Natural languages and computer languages are very different both in how they
are used and in the constraints that exist on them. It is very obvious that
you can't write programs in written English for that reason, and the only
reason why we have this confusion is not what we expect from programming
languages but what we expect from natural languages.

As every introductory linguistics textbook will remind you, natural languages
are defined by usage patterns. Computer languages however are defined by
parser behavior. They must be rigorously specified, while such specification
kills natural languages.

Many people, particularly public school English teachers, would like to see
English specified to this level of clean, precise, prescriptive rules, but
this doesn't really work in practice. Different dialects occur and these
dialects often have very different features (note the habitual tenses in
African American Vernacular English, for example, which also occurs in some
dialects from England). Usage defines the language, just like it can define
good/bad coding practices in one school of thought or another, but usage does
not define C. If I decide there is a clearer way to handle pointers, what I
come up with isn't C any more. However habitual tenses ("I be workin'
Tuesdays") as much as they may be seen as "bad English" by some
prescriptivists, are just natural, organic developments within the language.

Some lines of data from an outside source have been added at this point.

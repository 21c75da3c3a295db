//! Turns a model's core results and its residual-pass sums into a [`ModelFit`]: small-sample
//! factors, the two-way combination and its eigenvalue repair, inference and the
//! Breusch–Pagan statistic. Both the shared and the independent route end here.

use faer::{Mat, Side};
use statrs::distribution::{ChiSquared, ContinuousCDF};

use crate::absorb::RowAdjust;
use crate::api::{
    BreuschPagan, Coefficient, Covariance, FitOptions, Inference, ModelError, ModelFit,
};
use crate::model_core::{projected_sq_norm, CoreFit};
use crate::plan::{CovGroups, Plan};
use crate::student::TQuantiles;

/// Sums over rows of squared residuals for Koenker's Breusch–Pagan auxiliary regression.
#[derive(Debug, Clone, Default)]
pub(crate) struct BpSums {
    /// Σ uᵢ with uᵢ = eᵢ².
    pub sum_u: f64,
    /// Σ uᵢ².
    pub sum_u2: f64,
    /// X_S'u in data units, kept order. Only xtu − ū·xt1 is used, so the moment route passes
    /// the centred coordinates' parts (the offsets' parts cancel exactly).
    pub xtu: Vec<f64>,
    /// X_S'1 (column sums), kept order (the moment route: see `xtu`).
    pub xt1: Vec<f64>,
}

/// Residual-pass results for one model. `w` columns cover the kept positions `wpos`
/// (the reported ones, or all when two-way errors are requested); wᵢ = (row q of (X'X)⁻¹)·xᵢ.
#[derive(Debug, Clone, Default)]
pub(crate) struct Meats {
    /// Kept positions covered by the w columns.
    pub wpos: Vec<usize>,
    /// Σ wⱼwₗe² over the reported coefficients (t × t, row-major, reported order; empty if not
    /// requested).
    pub hc0: Vec<f64>,
    /// Σ wⱼwₗe²/(1 − h), laid out like `hc0`.
    pub hc2: Vec<f64>,
    /// Σ wⱼwₗe²/(1 − h)², laid out like `hc0`.
    pub hc3: Vec<f64>,
    /// Per plan grouping: Σ_g s_g s_g' over the w columns (nw × nw, column-major), s_g = Σ_{i∈g} wᵢeᵢ.
    pub group_outer: Vec<Vec<f64>>,
    /// First row whose leverage is 1 (HC2/HC3 undefined there).
    pub unit_leverage_row: Option<usize>,
    /// Breusch–Pagan sums.
    pub bp: Option<BpSums>,
}

/// Leverage closer to 1 than this makes HC2/HC3 undefined (common practice: a row fitted exactly
/// by its own indicator).
pub(crate) const UNIT_LEVERAGE_GAP: f64 = 1e-10;

/// Assembles the model's result. With `rows` (an absorbed or weighted design), n is the
/// observations represented and the absorbed parameters count in k, except in the
/// cluster-robust factor of a clustering that nests them (`plan.absorbed_in_k`).
pub(crate) fn finish(
    core: &CoreFit,
    meats: &Meats,
    plan: &Plan,
    opts: &FitOptions,
    tq: &mut TQuantiles,
    rows: Option<&RowAdjust>,
) -> Result<ModelFit, ModelError> {
    let k = core.k();
    let absorbed = rows.map_or(0, |r| r.absorbed);
    let n = rows.map_or(core.n, |r| r.n_df);
    if n <= k + absorbed {
        return Err(ModelError::NoResidualDf { n, k: k + absorbed });
    }
    let df_resid = n - k - absorbed;
    let nf = n as f64;
    // (n − 1)/(n − k) of the cluster-robust factor, k counting the absorbed parameters that the
    // grouping does not nest.
    let resid_factor = |g: usize| {
        let a = plan.absorbed_in_k.get(g).copied().unwrap_or(0);
        (nf - 1.0) / (nf - (k + a) as f64)
    };
    // σ² = RSS/df_resid; the core's own σ² divides by rows − k.
    let classical_factor = (core.n - k) as f64 / df_resid as f64;
    // Allocated only when some choice is two-way (most grids have none; this runs per model).
    let mut two_way: Vec<Option<Mat<f64>>> = Vec::new();
    let mut coefficients: Vec<Coefficient> = core
        .reported
        .iter()
        .map(|&q| Coefficient {
            column: core.kept[q],
            estimate: core.coef[q],
            inference: Vec::with_capacity(opts.covariances.len()),
        })
        .collect();
    for (ci, (cov, groups)) in opts.covariances.iter().zip(&plan.cov_groups).enumerate() {
        if matches!(cov, Covariance::Hc2 | Covariance::Hc3) {
            if rows.is_some_and(|r| r.fe_leverage().is_none()) {
                return Err(ModelError::InvalidRequest(
                    "HC2/HC3 errors need the leverage of the absorbed effects, which is built for one effect, or two whose smaller one has at most 2,000 levels; use HC1 or a cluster-robust choice".into(),
                ));
            }
            if let Some(row) = meats.unit_leverage_row {
                return Err(ModelError::InvalidRequest(format!(
                    "HC2/HC3 errors are undefined for this model: row {row} has leverage 1 (it is fitted exactly, e.g. by its own indicator); use HC1 or a cluster-robust choice"
                )));
            }
        }
        if let CovGroups::Two(a, b, ab) = *groups {
            let nw = meats.wpos.len();
            let mut v = Mat::<f64>::zeros(nw, nw);
            for (g, sign) in [(a, 1.0), (b, 1.0), (ab, -1.0)] {
                let occ = check_clusters(plan, g)?;
                let f = sign * occ / (occ - 1.0) * resid_factor(g);
                let outer = &meats.group_outer[g];
                for j in 0..nw {
                    for i in 0..nw {
                        v[(i, j)] += f * outer[i + j * nw];
                    }
                }
            }
            if two_way.is_empty() {
                two_way.resize(opts.covariances.len(), None);
            }
            two_way[ci] = Some(repair_psd(v)?);
        }
    }
    // Row of each reported coefficient among the w columns (when any are computed).
    let nt = core.reported.len();
    let nw = meats.wpos.len();
    let w_of: Vec<Option<usize>> = if nw == 0 {
        Vec::new()
    } else {
        core.reported
            .iter()
            .map(|&q| meats.wpos.iter().position(|&w| w == q))
            .collect()
    };
    let w = |a: usize| {
        w_of.get(a)
            .copied()
            .flatten()
            .expect("reported coefficient has a w column")
    };
    let hc_df = df_resid as f64;
    let mut tracked_covariance = Vec::with_capacity(opts.covariances.len());
    for (ci, (cov, groups)) in opts.covariances.iter().zip(&plan.cov_groups).enumerate() {
        let mut m = vec![0.0; nt * nt];
        let mut df = hc_df;
        for a in 0..nt {
            for b in a..nt {
                let (qa, qb) = (core.reported[a], core.reported[b]);
                let ab = a * nt + b;
                let v = match (*cov, *groups) {
                    (Covariance::Classical, _) => core.classical_cov(qa, qb) * classical_factor,
                    (Covariance::Hc0, _) => meats.hc0[ab],
                    (Covariance::Hc1, _) => meats.hc0[ab] * nf / hc_df,
                    (Covariance::Hc2, _) => meats.hc2[ab],
                    (Covariance::Hc3, _) => meats.hc3[ab],
                    (Covariance::Cluster { .. }, CovGroups::One(g)) => {
                        let occ = check_clusters(plan, g)?;
                        df = occ - 1.0;
                        let meat = meats.group_outer[g][w(a) + w(b) * nw];
                        occ / (occ - 1.0) * resid_factor(g) * meat
                    }
                    (Covariance::TwoWayCluster { .. }, CovGroups::Two(ga, gb, _)) => {
                        let v = two_way[ci].as_ref().expect("built above");
                        let g = plan.groupings[ga].occupied.min(plan.groupings[gb].occupied);
                        df = g as f64 - 1.0;
                        v[(w(a), w(b))]
                    }
                    _ => unreachable!("plan and covariances are built together"),
                };
                m[ab] = v;
                m[b * nt + a] = v;
            }
        }
        for (a, coef) in coefficients.iter_mut().enumerate() {
            let var = m[a * nt + a];
            coef.inference
                .push(inference(*cov, coef.estimate, var, df, tq));
        }
        tracked_covariance.push(m);
    }
    // The p-values, two at a time (each the same double as alone; see TQuantiles::p_value_pair).
    let mut pending = coefficients.iter_mut().flat_map(|c| c.inference.iter_mut());
    while let Some(first) = pending.next() {
        match pending.next() {
            Some(second) => {
                let (p, q) = tq.p_value_pair((first.t_stat, first.df), (second.t_stat, second.df));
                first.p_value = p;
                second.p_value = q;
            }
            None => first.p_value = tq.p_value(first.t_stat, first.df),
        }
    }
    let has_effects = rows.is_some_and(|r| r.has_effects);
    let (r_squared, adj_r_squared) = r_squared(core, n, absorbed, has_effects);
    Ok(ModelFit {
        n_obs: n,
        n_params: k,
        df_resid,
        resid_sd: (core.rss / df_resid as f64).sqrt(),
        r_squared,
        adj_r_squared,
        within_r_squared: has_effects.then(|| within_r_squared(core)),
        absorbed_params: absorbed,
        condition_number: core.condition,
        dropped: core.dropped.clone(),
        all_estimates: core
            .kept
            .iter()
            .copied()
            .zip(core.coef.iter().copied())
            .collect(),
        coefficients,
        tracked_covariance,
        // Not defined here for absorbed or weighted designs (see docs/methods.md).
        breusch_pagan: if rows.is_some() {
            None
        } else {
            meats.bp.as_ref().and_then(|bp| breusch_pagan(core, bp))
        },
    })
}

fn check_clusters(plan: &Plan, g: usize) -> Result<f64, ModelError> {
    let grouping = &plan.groupings[g];
    if grouping.occupied < 2 {
        return Err(ModelError::TooFewClusters {
            name: grouping.name.clone(),
            count: grouping.occupied,
        });
    }
    Ok(grouping.occupied as f64)
}

fn inference(cov: Covariance, estimate: f64, var: f64, df: f64, tq: &mut TQuantiles) -> Inference {
    let std_error = var.max(0.0).sqrt();
    let t_stat = estimate / std_error;
    let q = tq.quantile(df);
    Inference {
        covariance: cov,
        std_error,
        t_stat,
        df,
        // Filled in by `finish` once every choice's statistics are known, two at a time.
        p_value: f64::NAN,
        ci_low: estimate - q * std_error,
        ci_high: estimate + q * std_error,
    }
}

/// Two-way V can be indefinite; following Cameron, Gelbach & Miller (2011, sec. 2.3) negative
/// eigenvalues are set to zero and V is rebuilt, V⁺ = U·max(Λ, 0)·U'.
fn repair_psd(v: Mat<f64>) -> Result<Mat<f64>, ModelError> {
    let eig = v.self_adjoint_eigen(Side::Lower).map_err(|e| {
        ModelError::InvalidRequest(format!(
            "two-way covariance eigen-decomposition failed ({e:?})"
        ))
    })?;
    let s = eig.S().column_vector();
    if (0..s.nrows()).all(|i| s[i] >= 0.0) {
        return Ok(v);
    }
    let u = eig.U();
    let nw = v.nrows();
    let mut out = Mat::<f64>::zeros(nw, nw);
    for l in 0..nw {
        let lam = s[l].max(0.0);
        if lam == 0.0 {
            continue;
        }
        for j in 0..nw {
            for i in 0..nw {
                out[(i, j)] += lam * u[(i, l)] * u[(j, l)];
            }
        }
    }
    Ok(out)
}

/// R² and adjusted R² over `n` observations with `absorbed` extra parameters. With absorbed
/// effects the R² is overall: 1 − RSS/TSS of the raw outcome (centred, ω-weighted; the
/// effects span the constant).
fn r_squared(core: &CoreFit, n: usize, absorbed: usize, has_effects: bool) -> (f64, f64) {
    let tss = core.tss;
    let (total, c) = if core.has_constant || has_effects {
        (tss.centred, 1.0)
    } else {
        (tss.uncentred, 0.0)
    };
    let r2 = if total > 0.0 {
        1.0 - core.rss / total
    } else {
        f64::NAN
    };
    let (n, k) = (n as f64, (core.k() + absorbed) as f64);
    (r2, 1.0 - (1.0 - r2) * (n - c) / (n - k))
}

/// Within R²: 1 − RSS/Σỹ², the demeaned (and √ω-scaled) outcome's own sum of squares.
fn within_r_squared(core: &CoreFit) -> f64 {
    if core.tss.uncentred > 0.0 {
        1.0 - core.rss / core.tss.uncentred
    } else {
        f64::NAN
    }
}

/// Coefficients up to which per-model scratch lives on the stack.
const SMALL_K: usize = 32;

/// Koenker (1981) studentized Breusch–Pagan: LM = n·R² of u = e² on the model's columns,
/// df = k − 1 (the constant, explicit or spanned, carries no slope). Needs a constant.
fn breusch_pagan(core: &CoreFit, bp: &BpSums) -> Option<BreuschPagan> {
    if !core.has_constant || core.k() < 2 || core.rss <= 0.0 {
        return None;
    }
    let (n, k) = (core.n as f64, core.k());
    let mean = bp.sum_u / n;
    let tss = bp.sum_u2 - n * mean * mean;
    if tss.is_nan() || tss <= 0.0 {
        return None;
    }
    // Q_S'(u − ū1) = R⁻ᵀ D⁻¹ X_S'(u − ū1); its squared norm is the explained sum of squares
    // (the constant lies in the column space, so centring commutes with the projection).
    // On the stack for the usual model sizes (this runs per model).
    let centre = |q: usize| bp.xtu[q] - mean * bp.xt1[q];
    let ess = if k <= SMALL_K {
        let mut centred = [0.0; SMALL_K];
        for (q, c) in centred.iter_mut().enumerate().take(k) {
            *c = centre(q);
        }
        projected_sq_norm(&core.rinv, &core.scales, &centred[..k])
    } else {
        let centred: Vec<f64> = (0..k).map(centre).collect();
        projected_sq_norm(&core.rinv, &core.scales, &centred)
    };
    let statistic = n * (ess / tss).clamp(0.0, 1.0);
    let df = (core.k() - 1) as f64;
    let p_value = ChiSquared::new(df)
        .map(|d| d.sf(statistic))
        .unwrap_or(f64::NAN);
    Some(BreuschPagan {
        statistic,
        df,
        p_value,
    })
}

There are also dialects of English that are less imprecise. For example
consider legalese which is often considered to be a hyper-defined dialect of
English (also a very formulaic one). The advantage is that legalese can fall
back to other English terms for additional meaning and one can be reasonably
sure what a contract means even if you are not a lawyer.

So what does this mean about English-Likeness? Certainly we wouldn't expect
the laws of the nation and contracts to be written in a purely symbolic
language even though these need a level of definition well beyond what
ordinary everyday English can provide. In fact if we did so, this would
interfere with the function of legal instruments. Legalese may be a hyper-
defined dialect but at the end of the day, it is still just as much English as
African American Vernacular English is. English likeness is more a blessing
than a curse in the field of law, even though it is quite clearly both.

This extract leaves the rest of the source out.